*** Opening INFORMATION SHOWN ***

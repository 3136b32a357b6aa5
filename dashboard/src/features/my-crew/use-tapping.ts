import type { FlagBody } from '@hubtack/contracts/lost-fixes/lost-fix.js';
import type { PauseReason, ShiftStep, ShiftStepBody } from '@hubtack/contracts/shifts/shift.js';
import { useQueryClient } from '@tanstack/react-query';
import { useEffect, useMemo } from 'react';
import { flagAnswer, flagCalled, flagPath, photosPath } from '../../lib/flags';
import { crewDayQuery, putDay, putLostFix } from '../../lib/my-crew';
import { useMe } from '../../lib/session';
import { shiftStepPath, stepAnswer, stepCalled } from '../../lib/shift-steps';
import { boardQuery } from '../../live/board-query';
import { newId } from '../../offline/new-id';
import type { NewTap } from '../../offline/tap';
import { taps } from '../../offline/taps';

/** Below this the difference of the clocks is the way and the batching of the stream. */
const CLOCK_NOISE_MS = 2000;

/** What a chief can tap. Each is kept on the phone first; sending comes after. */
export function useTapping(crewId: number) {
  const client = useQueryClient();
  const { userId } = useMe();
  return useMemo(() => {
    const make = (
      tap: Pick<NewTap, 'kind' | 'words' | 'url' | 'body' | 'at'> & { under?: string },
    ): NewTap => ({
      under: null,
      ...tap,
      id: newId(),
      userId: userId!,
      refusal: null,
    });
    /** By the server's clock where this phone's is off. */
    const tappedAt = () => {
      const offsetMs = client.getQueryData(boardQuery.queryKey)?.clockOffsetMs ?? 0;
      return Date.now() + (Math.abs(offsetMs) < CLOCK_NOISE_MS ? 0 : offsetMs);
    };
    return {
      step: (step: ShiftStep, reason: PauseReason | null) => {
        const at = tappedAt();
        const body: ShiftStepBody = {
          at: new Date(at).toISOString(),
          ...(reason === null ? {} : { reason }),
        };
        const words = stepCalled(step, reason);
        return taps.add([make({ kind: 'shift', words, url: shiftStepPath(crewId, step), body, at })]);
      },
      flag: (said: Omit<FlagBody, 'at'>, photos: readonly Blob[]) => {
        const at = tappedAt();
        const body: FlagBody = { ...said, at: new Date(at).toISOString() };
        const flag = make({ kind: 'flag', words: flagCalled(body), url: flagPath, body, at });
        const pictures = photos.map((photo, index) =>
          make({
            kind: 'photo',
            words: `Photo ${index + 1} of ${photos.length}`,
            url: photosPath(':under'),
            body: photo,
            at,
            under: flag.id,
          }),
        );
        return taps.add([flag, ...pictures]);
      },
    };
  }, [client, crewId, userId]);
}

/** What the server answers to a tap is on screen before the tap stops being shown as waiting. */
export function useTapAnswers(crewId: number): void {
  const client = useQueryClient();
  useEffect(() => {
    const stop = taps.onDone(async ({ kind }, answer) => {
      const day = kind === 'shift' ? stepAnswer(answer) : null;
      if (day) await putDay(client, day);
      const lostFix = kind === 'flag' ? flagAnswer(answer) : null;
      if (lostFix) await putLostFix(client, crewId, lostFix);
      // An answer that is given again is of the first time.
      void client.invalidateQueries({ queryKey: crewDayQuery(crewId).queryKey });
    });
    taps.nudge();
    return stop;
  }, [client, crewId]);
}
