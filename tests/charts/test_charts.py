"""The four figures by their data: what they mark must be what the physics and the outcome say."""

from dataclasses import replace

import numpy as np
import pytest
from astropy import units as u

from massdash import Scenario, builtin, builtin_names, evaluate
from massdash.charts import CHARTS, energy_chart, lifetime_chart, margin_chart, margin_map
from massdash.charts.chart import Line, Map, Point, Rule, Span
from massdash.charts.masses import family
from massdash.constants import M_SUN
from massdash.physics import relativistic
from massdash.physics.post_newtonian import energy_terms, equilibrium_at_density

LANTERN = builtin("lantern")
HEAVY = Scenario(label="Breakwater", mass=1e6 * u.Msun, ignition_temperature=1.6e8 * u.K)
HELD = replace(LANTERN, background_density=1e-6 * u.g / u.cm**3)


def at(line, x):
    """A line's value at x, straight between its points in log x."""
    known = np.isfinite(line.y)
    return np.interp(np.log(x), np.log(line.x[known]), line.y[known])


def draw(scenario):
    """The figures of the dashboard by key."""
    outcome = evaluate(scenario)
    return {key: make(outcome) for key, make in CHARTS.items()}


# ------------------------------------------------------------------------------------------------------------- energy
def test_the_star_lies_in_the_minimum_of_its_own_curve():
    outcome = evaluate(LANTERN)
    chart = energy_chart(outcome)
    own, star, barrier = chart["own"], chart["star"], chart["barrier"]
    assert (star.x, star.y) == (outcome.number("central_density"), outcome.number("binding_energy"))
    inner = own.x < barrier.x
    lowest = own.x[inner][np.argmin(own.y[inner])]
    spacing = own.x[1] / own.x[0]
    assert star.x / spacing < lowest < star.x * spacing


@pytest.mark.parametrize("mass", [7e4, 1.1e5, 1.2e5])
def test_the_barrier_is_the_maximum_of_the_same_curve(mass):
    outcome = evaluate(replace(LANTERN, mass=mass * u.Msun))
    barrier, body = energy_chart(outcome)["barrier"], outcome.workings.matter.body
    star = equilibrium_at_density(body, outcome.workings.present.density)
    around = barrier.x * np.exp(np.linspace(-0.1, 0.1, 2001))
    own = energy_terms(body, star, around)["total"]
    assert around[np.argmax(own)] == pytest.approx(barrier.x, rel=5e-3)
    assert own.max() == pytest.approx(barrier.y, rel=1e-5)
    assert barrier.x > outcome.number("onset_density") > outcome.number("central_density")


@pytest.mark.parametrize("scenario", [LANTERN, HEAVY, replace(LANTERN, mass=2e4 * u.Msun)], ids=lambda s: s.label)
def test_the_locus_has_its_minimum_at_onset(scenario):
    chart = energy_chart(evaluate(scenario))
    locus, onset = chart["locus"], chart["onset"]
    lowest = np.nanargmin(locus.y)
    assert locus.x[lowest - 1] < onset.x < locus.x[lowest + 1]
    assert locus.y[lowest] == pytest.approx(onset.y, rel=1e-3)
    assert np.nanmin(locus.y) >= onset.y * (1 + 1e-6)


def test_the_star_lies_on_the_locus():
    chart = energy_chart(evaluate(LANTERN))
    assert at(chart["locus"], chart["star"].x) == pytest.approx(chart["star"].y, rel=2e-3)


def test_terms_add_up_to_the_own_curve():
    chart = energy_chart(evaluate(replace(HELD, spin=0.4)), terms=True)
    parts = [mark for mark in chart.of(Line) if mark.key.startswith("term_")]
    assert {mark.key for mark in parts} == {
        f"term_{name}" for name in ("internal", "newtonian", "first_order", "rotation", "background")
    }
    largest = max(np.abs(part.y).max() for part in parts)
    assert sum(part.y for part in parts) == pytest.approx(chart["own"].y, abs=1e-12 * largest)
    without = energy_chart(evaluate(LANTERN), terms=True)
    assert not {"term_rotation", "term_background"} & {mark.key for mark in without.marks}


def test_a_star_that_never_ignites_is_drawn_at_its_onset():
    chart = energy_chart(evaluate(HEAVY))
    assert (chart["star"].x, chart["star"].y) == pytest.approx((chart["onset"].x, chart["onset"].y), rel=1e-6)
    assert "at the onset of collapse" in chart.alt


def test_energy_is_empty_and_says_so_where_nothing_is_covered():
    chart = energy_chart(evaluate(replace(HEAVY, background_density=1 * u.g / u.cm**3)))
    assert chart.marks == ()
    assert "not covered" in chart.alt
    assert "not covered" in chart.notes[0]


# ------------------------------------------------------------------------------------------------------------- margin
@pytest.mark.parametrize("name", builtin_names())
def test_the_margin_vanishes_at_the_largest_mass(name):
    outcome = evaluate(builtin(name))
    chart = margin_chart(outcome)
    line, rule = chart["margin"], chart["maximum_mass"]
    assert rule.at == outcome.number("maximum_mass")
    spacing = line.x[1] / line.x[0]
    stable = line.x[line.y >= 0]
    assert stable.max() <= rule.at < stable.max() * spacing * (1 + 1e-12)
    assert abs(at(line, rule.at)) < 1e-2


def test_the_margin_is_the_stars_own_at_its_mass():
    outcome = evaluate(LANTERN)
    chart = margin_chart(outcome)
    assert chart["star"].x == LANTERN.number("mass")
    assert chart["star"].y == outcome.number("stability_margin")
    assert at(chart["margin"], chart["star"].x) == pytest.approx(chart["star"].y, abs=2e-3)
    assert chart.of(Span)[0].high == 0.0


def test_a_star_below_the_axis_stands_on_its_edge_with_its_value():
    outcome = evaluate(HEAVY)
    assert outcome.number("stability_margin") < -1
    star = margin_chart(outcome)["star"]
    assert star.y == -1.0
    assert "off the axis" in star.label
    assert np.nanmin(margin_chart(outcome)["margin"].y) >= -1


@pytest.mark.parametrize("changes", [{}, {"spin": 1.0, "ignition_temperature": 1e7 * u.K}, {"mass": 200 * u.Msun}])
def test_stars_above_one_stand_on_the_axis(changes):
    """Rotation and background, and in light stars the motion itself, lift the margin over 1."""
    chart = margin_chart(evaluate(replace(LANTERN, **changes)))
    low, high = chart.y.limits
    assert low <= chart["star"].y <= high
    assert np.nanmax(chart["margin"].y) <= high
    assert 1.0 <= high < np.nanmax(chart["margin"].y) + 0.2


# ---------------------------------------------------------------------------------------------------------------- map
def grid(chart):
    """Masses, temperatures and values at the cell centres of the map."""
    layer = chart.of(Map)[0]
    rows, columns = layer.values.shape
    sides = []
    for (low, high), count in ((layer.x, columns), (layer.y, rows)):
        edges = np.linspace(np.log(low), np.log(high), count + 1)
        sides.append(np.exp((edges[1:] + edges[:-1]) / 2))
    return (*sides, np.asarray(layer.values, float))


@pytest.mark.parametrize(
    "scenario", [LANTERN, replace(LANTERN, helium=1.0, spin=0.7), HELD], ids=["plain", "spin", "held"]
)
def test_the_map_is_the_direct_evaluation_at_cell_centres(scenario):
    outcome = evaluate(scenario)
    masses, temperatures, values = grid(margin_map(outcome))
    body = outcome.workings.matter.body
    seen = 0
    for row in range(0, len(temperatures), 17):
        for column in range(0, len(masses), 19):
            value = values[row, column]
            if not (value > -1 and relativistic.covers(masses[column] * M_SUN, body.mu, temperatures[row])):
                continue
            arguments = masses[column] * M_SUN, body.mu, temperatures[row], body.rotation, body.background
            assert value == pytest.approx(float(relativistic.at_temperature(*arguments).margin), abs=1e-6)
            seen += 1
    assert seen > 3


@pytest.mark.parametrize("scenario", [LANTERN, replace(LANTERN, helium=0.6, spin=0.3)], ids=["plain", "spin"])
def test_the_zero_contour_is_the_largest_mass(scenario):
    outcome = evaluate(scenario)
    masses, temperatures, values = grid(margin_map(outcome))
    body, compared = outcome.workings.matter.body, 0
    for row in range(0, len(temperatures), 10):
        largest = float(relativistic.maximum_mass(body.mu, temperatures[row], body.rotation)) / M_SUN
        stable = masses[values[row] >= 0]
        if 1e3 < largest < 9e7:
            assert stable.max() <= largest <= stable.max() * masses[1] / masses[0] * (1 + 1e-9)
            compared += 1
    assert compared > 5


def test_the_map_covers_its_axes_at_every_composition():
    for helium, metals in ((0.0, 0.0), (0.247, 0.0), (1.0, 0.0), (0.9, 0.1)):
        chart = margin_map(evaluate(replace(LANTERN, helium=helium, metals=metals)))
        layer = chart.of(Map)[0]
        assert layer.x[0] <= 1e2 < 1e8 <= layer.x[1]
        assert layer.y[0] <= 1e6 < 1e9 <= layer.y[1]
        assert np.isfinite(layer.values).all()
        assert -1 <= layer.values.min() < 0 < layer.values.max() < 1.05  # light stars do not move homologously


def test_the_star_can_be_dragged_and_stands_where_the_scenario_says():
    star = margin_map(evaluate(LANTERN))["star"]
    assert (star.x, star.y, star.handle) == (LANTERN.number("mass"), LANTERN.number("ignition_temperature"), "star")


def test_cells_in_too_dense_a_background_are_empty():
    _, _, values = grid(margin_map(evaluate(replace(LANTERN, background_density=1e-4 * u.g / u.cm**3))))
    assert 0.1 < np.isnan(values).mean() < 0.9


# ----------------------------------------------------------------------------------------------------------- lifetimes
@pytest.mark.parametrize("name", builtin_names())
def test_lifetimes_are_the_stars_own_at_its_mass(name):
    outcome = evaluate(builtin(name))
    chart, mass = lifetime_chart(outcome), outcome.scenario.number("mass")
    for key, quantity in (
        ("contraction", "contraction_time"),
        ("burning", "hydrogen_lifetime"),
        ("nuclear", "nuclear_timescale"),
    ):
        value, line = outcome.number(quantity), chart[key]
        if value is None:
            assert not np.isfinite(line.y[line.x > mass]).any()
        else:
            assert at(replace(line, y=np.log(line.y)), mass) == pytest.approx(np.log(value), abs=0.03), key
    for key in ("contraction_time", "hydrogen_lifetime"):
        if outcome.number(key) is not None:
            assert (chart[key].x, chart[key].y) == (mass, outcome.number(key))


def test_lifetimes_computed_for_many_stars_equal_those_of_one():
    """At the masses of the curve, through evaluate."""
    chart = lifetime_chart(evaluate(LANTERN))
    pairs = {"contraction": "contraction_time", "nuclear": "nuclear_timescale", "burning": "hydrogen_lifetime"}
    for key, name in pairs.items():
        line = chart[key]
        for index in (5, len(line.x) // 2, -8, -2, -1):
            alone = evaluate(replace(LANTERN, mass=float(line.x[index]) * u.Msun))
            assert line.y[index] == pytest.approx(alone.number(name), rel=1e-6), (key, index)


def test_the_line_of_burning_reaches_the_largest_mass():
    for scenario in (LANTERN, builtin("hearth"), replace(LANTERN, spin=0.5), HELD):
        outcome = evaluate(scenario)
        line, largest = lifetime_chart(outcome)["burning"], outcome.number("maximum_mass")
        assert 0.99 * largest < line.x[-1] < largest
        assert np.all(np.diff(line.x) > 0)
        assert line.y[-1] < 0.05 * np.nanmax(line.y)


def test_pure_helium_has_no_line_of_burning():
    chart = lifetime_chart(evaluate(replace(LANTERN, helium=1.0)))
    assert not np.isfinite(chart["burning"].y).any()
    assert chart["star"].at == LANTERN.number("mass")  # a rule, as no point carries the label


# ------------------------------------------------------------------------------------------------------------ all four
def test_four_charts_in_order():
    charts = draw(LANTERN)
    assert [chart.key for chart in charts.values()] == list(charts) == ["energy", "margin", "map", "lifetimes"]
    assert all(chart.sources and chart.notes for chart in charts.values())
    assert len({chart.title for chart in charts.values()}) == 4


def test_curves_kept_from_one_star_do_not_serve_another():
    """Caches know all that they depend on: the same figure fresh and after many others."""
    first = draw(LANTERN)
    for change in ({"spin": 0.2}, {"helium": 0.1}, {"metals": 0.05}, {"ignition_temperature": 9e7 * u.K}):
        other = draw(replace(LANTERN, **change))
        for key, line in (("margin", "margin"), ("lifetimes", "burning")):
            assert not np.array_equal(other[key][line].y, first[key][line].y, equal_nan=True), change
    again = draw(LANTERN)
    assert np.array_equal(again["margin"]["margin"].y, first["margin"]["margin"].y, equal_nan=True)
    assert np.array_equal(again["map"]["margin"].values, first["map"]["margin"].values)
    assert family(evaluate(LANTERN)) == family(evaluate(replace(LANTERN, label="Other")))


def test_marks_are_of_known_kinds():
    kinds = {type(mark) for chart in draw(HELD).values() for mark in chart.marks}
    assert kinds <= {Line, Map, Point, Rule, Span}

*** Closing INFORMATION SHOWN ***

> PROBLEM DESCRIPTION:
Output the lines from the one with "assert [chart.key for" through the end of the records above, exactly, including both ends, and nothing besides.

> RESULT BELOW:
    assert [chart.key for chart in charts.values()] == list(charts) == ["energy", "margin", "map", "lifetimes"]
    assert all(chart.sources and chart.notes for chart in charts.values())
    assert len({chart.title for chart in charts.values()}) == 4


def test_curves_kept_from_one_star_do_not_serve_another():
    """Caches know all that they depend on: the same figure fresh and after many others."""
    first = draw(LANTERN)
    for change in ({"spin": 0.2}, {"helium": 0.1}, {"metals": 0.05}, {"ignition_temperature": 9e7 * u.K}):
        other = draw(replace(LANTERN, **change))
        for key, line in (("margin", "margin"), ("lifetimes", "burning")):
            assert not np.array_equal(other[key][line].y, first[key][line].y, equal_nan=True), change
    again = draw(LANTERN)
    assert np.array_equal(again["margin"]["margin"].y, first["margin"]["margin"].y, equal_nan=True)
    assert np.array_equal(again["map"]["margin"].values, first["map"]["margin"].values)
    assert family(evaluate(LANTERN)) == family(evaluate(replace(LANTERN, label="Other")))


def test_marks_are_of_known_kinds():
    kinds = {type(mark) for chart in draw(HELD).values() for mark in chart.marks}
    assert kinds <= {Line, Map, Point, Rule, Span}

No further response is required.